Gemma2 9B CPT Sahabat-AI v1 Base

Property	Value
Parameter Count	10.2B
Languages	English, Indonesian, Javanese, Sundanese
Context Length	8192 tokens
License	Gemma Community License
Training Data	50B tokens

What is gemma2-9b-cpt-sahabatai-v1-base?

Sahabat-AI v1 base is a continued pre-trained language model built on the Gemma2 9B architecture, specifically optimized for Indonesian and regional languages. Co-initiated by GoTo Group and Indosat Ooredoo Hutchison, this model represents a significant advancement in multilingual AI capabilities for Southeast Asian languages.

Implementation Details

The model was trained using MosaicML Composer on 32 Nvidia H100 80GB GPUs over 7 days. It implements bfloat16 precision and uses a decoupled AdamW optimizer with weight stable decay scheduling. The training process involved a learning rate of 1.0e-5 and a global batch size of 256.

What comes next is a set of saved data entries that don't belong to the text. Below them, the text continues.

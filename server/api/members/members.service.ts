import type { Db, DbOrTx } from '@/db/client';
import { AppError, notFound, versionConflict } from '@/server/app-error';
import { alreadyCreated, type Created } from '@/server/api/client-ids';
import { sameContent } from '@/server/services/idempotency/idempotency-store';
import { recordAudit, type Actor } from '@/server/api/audit/audit.repository';
import { findJob } from '@/server/api/jobs/jobs.repository';
import type { Job } from '@/shared/schemas/jobs';
import type { Member, MemberCreate, MemberListItem, MemberPatch } from '@/shared/schemas/members';
import { CalcInputError } from '@/lib/calc';
import { runTask } from '@/server/services/calc-pool';
import {
  asFieldError,
  evaluateHere,
  memberToEvaluate,
  sameCheck,
  type MemberToEvaluate,
} from './member-evaluation';
import type { MemberFields } from './members.repository';
import {
  deleteMember,
  findMember,
  findMemberInAnyFirm,
  findMemberToSave,
  insertMember,
  listMembers,
  updateMember,
} from './members.repository';
import { deleteBearingsOf } from '@/server/api/load-path/load-path.repository';
import {
  pathInputWith,
  refreshLoadPath,
  type PooledLoadPath,
} from '@/server/api/load-path/load-path.service';
import { newId } from '@/db/new-id';

/** The member's job, which must still be open for its members to change. */
function openJob(db: DbOrTx, orgId: string, jobId: string): Job {
  const job = findJob(db, orgId, jobId);
  if (!job) throw notFound('Job');
  if (job.archivedAt)
    throw new AppError('conflict', 'This job is archived: its members can be read, not changed');
  return job;
}

/** True when two checks read the same values, so the result of one is the result of the other. */
/**
 * The stored fields for `now` (read in the write's transaction): the pool's result when it was computed from
 * the same values, else (the job or the member changed while the pool worked) computed again here.
 */
const fieldsFor = (now: MemberToEvaluate, from: MemberToEvaluate, computed: MemberFields) =>
  sameCheck(now, from) ? computed : evaluateHere(now);

/** A member's input as the load path names it: a refusal there is about the member's input. */
const inputField = () => 'input';

/**
 * A save's calculation in the pool, in one trip, while the event loop answers others: the member's check,
 * and the job's load path as it will be with the member `id` saved (in its place, or last when it is new).
 * The write's transaction uses both when what it reads is what they were computed from.
 */
async function saveInPool(db: DbOrTx, orgId: string, job: Job, id: string, from: MemberToEvaluate) {
  const onPath = {
    id,
    label: from.label,
    kind: from.input.kind,
    input: { ...from.input, label: from.label },
  };
  const inputJson = JSON.stringify(pathInputWith(db, orgId, job, onPath));
  const { fields, path } = await runTask('memberSave', { member: from, pathJson: inputJson });
  if (!fields.ok) throw asFieldError(new CalcInputError(fields.field, fields.message));
  const pooled: PooledLoadPath | undefined = path && { inputJson, answer: path };
  return { computed: fields.value, pooled };
}

/** The member with its state on the job's load path, checked again with this change. */
function onLoadPath(tx: DbOrTx, orgId: string, job: Job, member: Member, pooled?: PooledLoadPath): Member {
  const summary = refreshLoadPath(tx, orgId, job, inputField, pooled).summaries.get(member.id);
  return summary ? { ...member, summary } : member;
}

/**
 * Members of the actor's firm's jobs. Every save recomputes with lib/calc and stores the server's own result;
 * a member or job id of another firm is "not found", never "forbidden". Members of an archived job stay
 * readable and cannot be changed.
 */
export function createMembersService(db: Db) {
  return {
    list(orgId: string, jobId: string): MemberListItem[] {
      if (!findJob(db, orgId, jobId)) throw notFound('Job');
      return listMembers(db, orgId, jobId);
    },

    get(orgId: string, memberId: string): Member {
      const member = findMember(db, orgId, memberId);
      if (!member) throw notFound('Member');
      return member;
    },

    /**
     * The check runs in the calculation pool; the write then happens in one transaction. A create sent again
     * with the same device-chosen id answers the member it made (see alreadyCreated): that is looked up
     * before the pool, so a replay costs no check, and again in the transaction, where a create that made
     * the id meanwhile is found.
     */
    async create(actor: Actor, jobId: string, body: MemberCreate): Promise<Created<Member>> {
      const toCheck = (job: Job) => memberToEvaluate(job, body.label, body.wall, body.input);
      // What a save stores of the body (evaluateMember puts the label into the input).
      const asSent = {
        jobId,
        label: body.label,
        wall: body.wall,
        input: { ...body.input, label: body.label },
      };
      const same = (m: Member) =>
        sameContent({ jobId: m.jobId, label: m.label, wall: m.wall, input: m.input }, asSent);
      const replay = (tx: DbOrTx): Created<Member> | undefined => {
        if (!body.id) return undefined;
        const found = findMemberInAnyFirm(tx, body.id);
        if (!found || !alreadyCreated(found, actor, () => same(found))) return undefined;
        const { orgId: _orgId, ...member } = found;
        return { record: member, replayed: true };
      };
      const before = openJob(db, actor.orgId, jobId);
      const from = toCheck(before);
      const early = replay(db);
      if (early) return early;
      const id = body.id ?? newId();
      const { computed, pooled } = await saveInPool(db, actor.orgId, before, id, from);
      return db.transaction((tx) => {
        const job = openJob(tx, actor.orgId, jobId);
        const replayed = replay(tx);
        if (replayed) return replayed;
        const fields = fieldsFor(toCheck(job), from, computed);
        const owner = { orgId: actor.orgId, jobId, userId: actor.userId };
        const member = insertMember(tx, owner, fields, id);
        recordAudit(tx, actor, {
          action: 'member.create',
          subject: member.id,
          detail: { jobId, kind: member.kind, label: member.label },
        });
        return { record: onLoadPath(tx, actor.orgId, job, member, pooled), replayed: false };
      });
    },

    /** As create: the check in the pool, then the write in one transaction (refused on a stale baseVersion). */
    async update(actor: Actor, memberId: string, patch: MemberPatch): Promise<Member> {
      const { baseVersion, ...changes } = patch;
      const read = (tx: DbOrTx) => {
        const saved = findMemberToSave(tx, actor.orgId, memberId);
        if (!saved) throw notFound('Member');
        if (baseVersion !== undefined && baseVersion !== saved.version) {
          // The conflict answers the member as stored, its result too.
          throw versionConflict('This member', findMember(tx, actor.orgId, memberId));
        }
        const job = openJob(tx, actor.orgId, saved.jobId);
        const label = patch.label ?? saved.label;
        const wall = patch.wall ?? saved.wall;
        return { saved, job, toCheck: memberToEvaluate(job, label, wall, patch.input ?? saved.input) };
      };
      const { toCheck: from, job: before } = read(db);
      const { computed, pooled } = await saveInPool(db, actor.orgId, before, memberId, from);
      return db.transaction((tx) => {
        const { saved, job, toCheck } = read(tx);
        const fields = fieldsFor(toCheck, from, computed);
        const member = updateMember(tx, actor.orgId, saved, actor.userId, fields);
        if (!member) throw notFound('Member');
        recordAudit(tx, actor, {
          action: 'member.update',
          subject: memberId,
          detail: { jobId: saved.jobId, fields: Object.keys(changes) },
        });
        return onLoadPath(tx, actor.orgId, job, member, pooled);
      });
    },

    remove(actor: Actor, memberId: string): void {
      db.transaction((tx) => {
        const saved = findMember(tx, actor.orgId, memberId);
        if (!saved) throw notFound('Member');
        const job = openJob(tx, actor.orgId, saved.jobId);
        deleteBearingsOf(tx, actor.orgId, memberId);
        deleteMember(tx, actor.orgId, memberId);
        refreshLoadPath(tx, actor.orgId, job, inputField);
        recordAudit(tx, actor, {
          action: 'member.delete',
          subject: memberId,
          detail: { jobId: saved.jobId, label: saved.label },
        });
      });
    },
  };
}

export type MembersService = ReturnType<typeof createMembersService>;
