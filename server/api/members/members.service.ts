import type { Db, DbOrTx } from '@/db/client';
import { AppError, notFound } from '@/server/app-error';
import { recordAudit, type Actor } from '@/server/api/audit/audit.repository';
import { findJob } from '@/server/api/jobs/jobs.repository';
import type { Job } from '@/shared/schemas/jobs';
import type { Member, MemberCreate, MemberListItem, MemberPatch } from '@/shared/schemas/members';
import { deleteBearingsOf } from '@/server/api/load-path/load-path.repository';
import { refreshLoadPath } from '@/server/api/load-path/load-path.service';
import { evaluate } from './member-evaluation';
import { deleteMember, findMember, insertMember, listMembers, updateMember } from './members.repository';

/** The member's job, which must still be open for its members to change. */
function openJob(db: DbOrTx, orgId: string, jobId: string): Job {
  const job = findJob(db, orgId, jobId);
  if (!job) throw notFound('Job');
  if (job.archivedAt)
    throw new AppError('conflict', 'This job is archived: its members can be read, not changed');
  return job;
}

/** A member's input as the load path names it: a refusal there is about the member's input. */
const inputField = () => 'input';

/** The member with its state on the job's load path, checked again with this change. */
function onLoadPath(tx: DbOrTx, orgId: string, job: Job, member: Member): Member {
  const summary = refreshLoadPath(tx, orgId, job, inputField).summaries.get(member.id);
  return summary ? { ...member, summary } : member;
}

/**
 * Members of the actor's firm's jobs. Every save recomputes with lib/calc and stores the server's own result;
 * a member or job id of another firm is "not found", never "forbidden". Members of an archived job stay
 * readable and cannot be changed.
 */
export function createMembersService(db: Db) {
  return {
    list(orgId: string, jobId: string): MemberListItem[] {
      if (!findJob(db, orgId, jobId)) throw notFound('Job');
      return listMembers(db, orgId, jobId);
    },

    get(orgId: string, memberId: string): Member {
      const member = findMember(db, orgId, memberId);
      if (!member) throw notFound('Member');
      return member;
    },

    create(actor: Actor, jobId: string, body: MemberCreate): Member {
      return db.transaction((tx) => {
        const job = openJob(tx, actor.orgId, jobId);
        const fields = evaluate(job, body.label, body.wall, body.input);
        const member = insertMember(tx, { orgId: actor.orgId, jobId, userId: actor.userId }, fields);
        recordAudit(tx, actor, {
          action: 'member.create',
          subject: member.id,
          detail: { jobId, kind: member.kind, label: member.label },
        });
        return onLoadPath(tx, actor.orgId, job, member);
      });
    },

    update(actor: Actor, memberId: string, patch: MemberPatch): Member {
      return db.transaction((tx) => {
        const saved = findMember(tx, actor.orgId, memberId);
        if (!saved) throw notFound('Member');
        const job = openJob(tx, actor.orgId, saved.jobId);
        const fields = evaluate(
          job,
          patch.label ?? saved.label,
          patch.wall ?? saved.wall,
          patch.input ?? saved.input,
        );
        const member = updateMember(tx, actor.orgId, saved, actor.userId, fields);
        if (!member) throw notFound('Member');
        recordAudit(tx, actor, {
          action: 'member.update',
          subject: memberId,
          detail: { jobId: saved.jobId, fields: Object.keys(patch) },
        });
        return onLoadPath(tx, actor.orgId, job, member);
      });
    },

    remove(actor: Actor, memberId: string): void {
      db.transaction((tx) => {
        const saved = findMember(tx, actor.orgId, memberId);
        if (!saved) throw notFound('Member');
        const job = openJob(tx, actor.orgId, saved.jobId);
        deleteBearingsOf(tx, actor.orgId, memberId);
        deleteMember(tx, actor.orgId, memberId);
        refreshLoadPath(tx, actor.orgId, job, inputField);
        recordAudit(tx, actor, {
          action: 'member.delete',
          subject: memberId,
          detail: { jobId: saved.jobId, label: saved.label },
        });
      });
    },
  };
}

export type MembersService = ReturnType<typeof createMembersService>;
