import { StyleSheet, View } from 'react-native';
import { formatNumber } from '@/lib/format';
import { spacing } from '@/lib/theme';
import type { RequestDetail } from '@/shared/schemas/requests/views';
import { REQUEST_STATE_LABELS } from '@/shared/schemas/requests/workflow';
import { Card } from '../card';
import { CautionNote } from '../caution-note';
import { FieldList } from '../field-list';
import { Text } from '../text';
import { ReplyForm } from './reply-form';
import { RequestActionsCard } from './request-actions-card';
import { RequestFilesCard } from './request-files-card';
import { RequestSnapshotCard } from './request-snapshot-card';
import { RequestThreadCard } from './request-thread-card';
import { VersionCompareCard } from './version-compare-card';

/** One design request for either side: its state, the snapshot read-only, files, thread and what to do next. */
export function RequestView({
  request,
  onChange,
}: {
  request: RequestDetail;
  onChange: (d: RequestDetail) => void;
}) {
  const fee = request.fee;
  return (
    <View style={styles.wrap}>
      <Card title="State" testID="request-state">
        <Text variant="heading" testID="request-status">
          {REQUEST_STATE_LABELS[request.status]}
        </Text>
        <FieldList
          items={[
            { label: 'Version', value: request.version > 0 ? String(request.version) : 'not sent yet' },
            { label: 'From', value: request.firmName },
            {
              label: 'Engineer',
              value: `${request.engineerEmail ?? '—'}${request.engineerBound ? '' : ' (no account bound yet)'}`,
            },
            ...(fee
              ? [
                  {
                    label: 'Fee',
                    value: `$${formatNumber(fee.feeUsd)}, ${fee.turnaroundDays} working days${fee.siteVisit ? ', site visit' : ''} · ${fee.acceptedAt ? 'accepted' : 'waiting for the contractor'}`,
                  },
                ]
              : []),
            ...(request.declineReason ? [{ label: 'Declined because', value: request.declineReason }] : []),
          ]}
        />
      </Card>
      <RequestActionsCard request={request} onChange={onChange} />
      <ReplyForm key={`${request.id}-${request.version}`} request={request} onChange={onChange} />
      <RequestSnapshotCard request={request} />
      <RequestFilesCard request={request} />
      <RequestThreadCard request={request} onChange={onChange} />
      {request.versions.length > 1 ? <VersionCompareCard request={request} /> : null}
      <CautionNote />
    </View>
  );
}

const styles = StyleSheet.create({
  wrap: { gap: spacing.lg },
});
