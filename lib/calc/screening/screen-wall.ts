import { CAUTION_TEXT } from '@/lib/calc/prescriptive/caution';
import type { BearingScreenOutcome } from '@/shared/schemas/calc/framing';
import type { AnswerBasis, ScreenAnswers, ScreenQuestionId } from '@/shared/schemas/bearing-screen-answers';
import { QUESTION_FACTS, ROOF_THRUST, type FindingKind, type ScreenTopic } from './question-facts';

/** One reason behind the outcome: what was found, how it is known, and the source of the rule. */
export interface ScreenReason {
  topic: ScreenTopic;
  kind: FindingKind | 'unknown';
  text: string;
  /** How the answer behind it is known; null for "not sure" or not answered. */
  basis: AnswerBasis | null;
  source: string;
}

/** Something to go and look at before the wall can be called: the question, and where to look. */
export interface ScreenLookAt {
  topic: ScreenTopic;
  /** Why it must be looked at: "not sure", "assumed", "not answered yet", a trap. */
  why: string;
  where: string;
}

export interface ScreenResult {
  outcome: BearingScreenOutcome;
  /** One sentence for the outcome, shown under its name. */
  headline: string;
  /** Every reason, the deciding ones first. */
  reasons: ScreenReason[];
  /** For "can't tell yet": exactly what to go and look at. Empty for the other outcomes. */
  lookAt: ScreenLookAt[];
  /** For "likely bearing": answers about engineer-class questions that were assumed, still to confirm. */
  toConfirm: ScreenLookAt[];
  /** For "engineer required": the reasons in words, to mark the job "engineer needed". */
  engineerReasons: string[];
  /** The questions that applied to this wall (the others do not, given what is above it). */
  applies: ScreenTopic[];
  caution: string;
  sources: string[];
}

type Known = { value: string; basis: AnswerBasis; from?: string };

const ROOF_QUESTIONS: ReadonlySet<ScreenQuestionId> = new Set([
  'ridge',
  'ceilingJoistsTie',
  'purlinBraces',
  'trusses',
]);
const LANDING_QUESTIONS: ReadonlySet<ScreenQuestionId> = new Set([
  'joistsLand',
  'joistLaps',
  'joistsContinuous',
]);

const known = (answers: ScreenAnswers, id: ScreenQuestionId): Known | null => {
  const a = answers[id];
  return a && a.value !== 'unsure' ? (a as Known) : null;
};
const valueOf = (answers: ScreenAnswers, id: ScreenQuestionId) => answers[id]?.value;

/**
 * Which questions apply to this wall: roof questions only where an attic may be above it, balloon framing
 * only where a floor may be above it, the landing questions only where the joists may cross it, the truss
 * question only where no ridge was found, the ceiling-joist tie only where no ridge beam was.
 */
export function applicableQuestions(answers: ScreenAnswers): ScreenQuestionId[] {
  const above = valueOf(answers, 'above');
  const ridge = valueOf(answers, 'ridge');
  return (Object.keys(QUESTION_FACTS) as ScreenQuestionId[]).filter((id) => {
    if (ROOF_QUESTIONS.has(id) && above === 'floor') return false;
    if (id === 'balloonFraming' && above === 'attic') return false;
    if (LANDING_QUESTIONS.has(id) && valueOf(answers, 'joistDirection') === 'parallel') return false;
    if (id === 'trusses' && (ridge === 'board' || ridge === 'beam')) return false;
    if (id === 'ceilingJoistsTie' && (ridge === 'beam' || ridge === 'none')) return false;
    return true;
  });
}

const ASSUMED = 'Assumed, not seen.';

const weaker = (a: AnswerBasis, b: AnswerBasis): AnswerBasis =>
  a === 'assumed' || b === 'assumed' ? 'assumed' : 'seen';

interface Thrust {
  state: 'present' | 'unknown' | 'absent';
  basis: AnswerBasis | null;
  /** The question to go and look at when unknown. */
  lookTopic: ScreenQuestionId;
}

/** Roof thrust from the ridge and the ceiling joists (IRC R802.5.2): a ridge board with tying joists lapped here. */
function roofThrust(answers: ScreenAnswers, applies: ReadonlySet<ScreenQuestionId>): Thrust | null {
  if (!applies.has('ridge')) return null;
  const ridge = known(answers, 'ridge');
  if (ridge && ridge.value !== 'board') return { state: 'absent', basis: ridge.basis, lookTopic: 'ridge' };
  const tie = known(answers, 'ceilingJoistsTie');
  if (tie?.value === 'no') return { state: 'absent', basis: tie.basis, lookTopic: 'ceilingJoistsTie' };
  if (ridge && tie) return { state: 'present', basis: weaker(ridge.basis, tie.basis), lookTopic: 'ridge' };
  return { state: 'unknown', basis: null, lookTopic: tie ? 'ridge' : 'ceilingJoistsTie' };
}

/** Why an answer is not enough to call the wall nonbearing; null when it is seen. */
function notSeenWhy(answers: ScreenAnswers, id: ScreenQuestionId): string | null {
  const a = answers[id];
  if (!a) return 'Not answered yet.';
  if (a.value === 'unsure') return 'Not sure — could not see.';
  if (a.basis === 'assumed') return ASSUMED;
  if (id === 'joistDirection' && (a as Known).from === 'ceiling-marks') {
    const furring = known(answers, 'furring');
    if (!(furring?.value === 'no' && furring.basis === 'seen')) {
      return furring?.value === 'yes'
        ? 'Read from marks on a furred ceiling: the furring’s screw lines run across the joists.'
        : 'Read from marks on the ceiling, and furring is not ruled out: its screw lines run across the joists.';
    }
  }
  return null;
}

const HEADLINES: Record<BearingScreenOutcome, string> = {
  'engineer-required': 'What this wall carries or holds together needs a licensed engineer’s design.',
  'likely-bearing': 'Treat the wall as carrying load and size the header or beam for it.',
  'likely-nonbearing':
    'Every deciding answer was seen and none points to load. Confirm as you open the wall.',
  'cant-tell': 'Open an inspection hole and look at the places listed before you decide.',
};

/**
 * The bearing screen for one wall: answers → outcome with every reason.
 * - Engineer required when any engineer-class finding is answered yes, seen or assumed: roof thrust (a ridge
 *   board with ceiling joists tying the rafters lapped over the wall), a braced wall panel or shear wall,
 *   purlin braces landing on it, a beam, girder, post or strongback above, a hidden post, a girder truss or
 *   a truss bearing on it, sag or cracks above. These never give "nonbearing".
 * - Can't tell yet when any engineer-class question that applies is "not sure" or not answered (even on a
 *   wall that looks bearing), listing where to look.
 * - Likely bearing on any sign of load (exterior wall, joists landing, lapped, spliced or continuous over it,
 *   a wall above, a bearing line below, balloon framing, tying ceiling joists lapped over it), seen or
 *   assumed; assumed "no" answers to engineer-class questions are listed to confirm.
 * - Likely nonbearing only when every question that applies was answered and seen and none points to load;
 *   otherwise can't tell yet, with each unseen answer to go and look at (a joist direction read from ceiling
 *   marks counts as seen only when furring was seen to be absent).
 *
 * @param answers parsed screenAnswersSchema (no units; the joist spans in ft are not read here)
 * @returns outcome, headline, reasons, what to look at, what to confirm, engineer reasons, caution, sources
 * @example
 * screenWall({ ridge: { value: 'board', basis: 'seen' }, ceilingJoistsTie: { value: 'yes', basis: 'seen' } }).outcome
 * // 'engineer-required'
 * Reference: IRC 2021 R602.10 (braced walls), R802.4.5 (purlins), R802.5.2 (ceiling joists as rafter
 *   ties), R802.10 (trusses); AWC Design Aid No. 6 (continuous joists); common practice for the rest.
 */
export function screenWall(answers: ScreenAnswers): ScreenResult {
  const applying = applicableQuestions(answers);
  const applies = new Set(applying);
  const thrust = roofThrust(answers, applies);
  const reasons: ScreenReason[] = [];
  const dangerUnknown: ScreenLookAt[] = [];
  const assumedClearDanger: ScreenLookAt[] = [];

  for (const id of applying) {
    const facts = QUESTION_FACTS[id];
    const a = known(answers, id);
    if (!a) {
      if (facts.danger) {
        dangerUnknown.push({
          topic: id,
          why: answers[id] ? 'Not sure — could not see.' : 'Not answered yet.',
          where: facts.lookAt,
        });
      }
      continue;
    }
    const finding = facts.findings[a.value];
    reasons.push({
      topic: id,
      kind: finding.kind,
      text: finding.text,
      basis: a.basis,
      source: finding.source,
    });
    if (facts.danger && finding.kind === 'clear' && a.basis === 'assumed') {
      assumedClearDanger.push({ topic: id, why: ASSUMED, where: facts.lookAt });
    }
  }
  if (thrust?.state === 'present') {
    const f = ROOF_THRUST.finding;
    reasons.push({ topic: 'roofThrust', kind: f.kind, text: f.text, basis: thrust.basis, source: f.source });
  }
  if (thrust?.state === 'unknown') {
    dangerUnknown.push({
      topic: 'roofThrust',
      why: ROOF_THRUST.unknownText,
      where: QUESTION_FACTS[thrust.lookTopic].lookAt,
    });
  }

  const of = (kind: FindingKind) => reasons.filter((r) => r.kind === kind);
  const engineer = of('engineer');
  const bearing = of('bearing');
  const ordered = [...engineer, ...bearing, ...of('clear')];
  const sources = [...new Set(ordered.map((r) => r.source))];
  const result = (
    outcome: BearingScreenOutcome,
    extra: Partial<Pick<ScreenResult, 'lookAt' | 'toConfirm' | 'engineerReasons'>> & {
      unknown?: ScreenLookAt[];
    } = {},
  ): ScreenResult => ({
    outcome,
    headline: HEADLINES[outcome],
    reasons: [
      ...ordered,
      // Assumed answers are already among the reasons, marked assumed.
      ...(extra.unknown ?? [])
        .filter((look) => look.why !== ASSUMED)
        .map((look): ScreenReason => ({
          topic: look.topic,
          kind: 'unknown',
          text: `${titleOf(look.topic)}: ${look.why}`,
          basis: null,
          source: sourceOf(look.topic),
        })),
    ],
    lookAt: extra.lookAt ?? [],
    toConfirm: extra.toConfirm ?? [],
    engineerReasons: extra.engineerReasons ?? [],
    applies: [...applying, ...(thrust ? (['roofThrust'] as const) : [])],
    caution: CAUTION_TEXT,
    sources,
  });

  if (engineer.length > 0) {
    return result('engineer-required', { engineerReasons: engineer.map((r) => r.text) });
  }
  if (dangerUnknown.length > 0) {
    return result('cant-tell', { lookAt: dangerUnknown, unknown: dangerUnknown });
  }
  if (bearing.length > 0) return result('likely-bearing', { toConfirm: assumedClearDanger });

  const unseen: ScreenLookAt[] = [];
  for (const id of applying) {
    const why = notSeenWhy(answers, id);
    if (why) unseen.push({ topic: id, why, where: QUESTION_FACTS[id].lookAt });
  }
  if (unseen.length > 0) return result('cant-tell', { lookAt: unseen, unknown: unseen });
  return result('likely-nonbearing');
}

function titleOf(topic: ScreenTopic): string {
  return topic === 'roofThrust' ? ROOF_THRUST.title : QUESTION_FACTS[topic].title;
}

function sourceOf(topic: ScreenTopic): string {
  if (topic === 'roofThrust') return ROOF_THRUST.finding.source;
  return Object.values(QUESTION_FACTS[topic].findings)[0].source;
}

Achieves state-of-the-art performance of 64.123% on overall regional language tasks
Trained on a diverse dataset including Dolma Refined Web, Stack V2, and specialized regional language corpora
Implements advanced tokenization using the Gemma-2-9B tokenizer

Core Capabilities

Exceptional performance in Indonesian (60.040%), Javanese (69.882%), and Sundanese (62.446%) language tasks
Strong multilingual understanding and generation capabilities
Maintains competitive performance on English tasks with 19.62% average score
Supports context length of up to 8192 tokens

Frequently Asked Questions

Q: What makes this model unique?

The model's primary strength lies in its exceptional performance across Indonesian and regional languages, significantly outperforming other models in Javanese and Sundanese language tasks while maintaining strong capabilities in Indonesian and English.

Q: What are the recommended use cases?

The model is particularly well-suited for applications requiring deep understanding of Indonesian, Javanese, and Sundanese languages, including text analysis, content generation, and language processing tasks in these languages. However, as a base model, it requires additional safety fine-tuning for production use.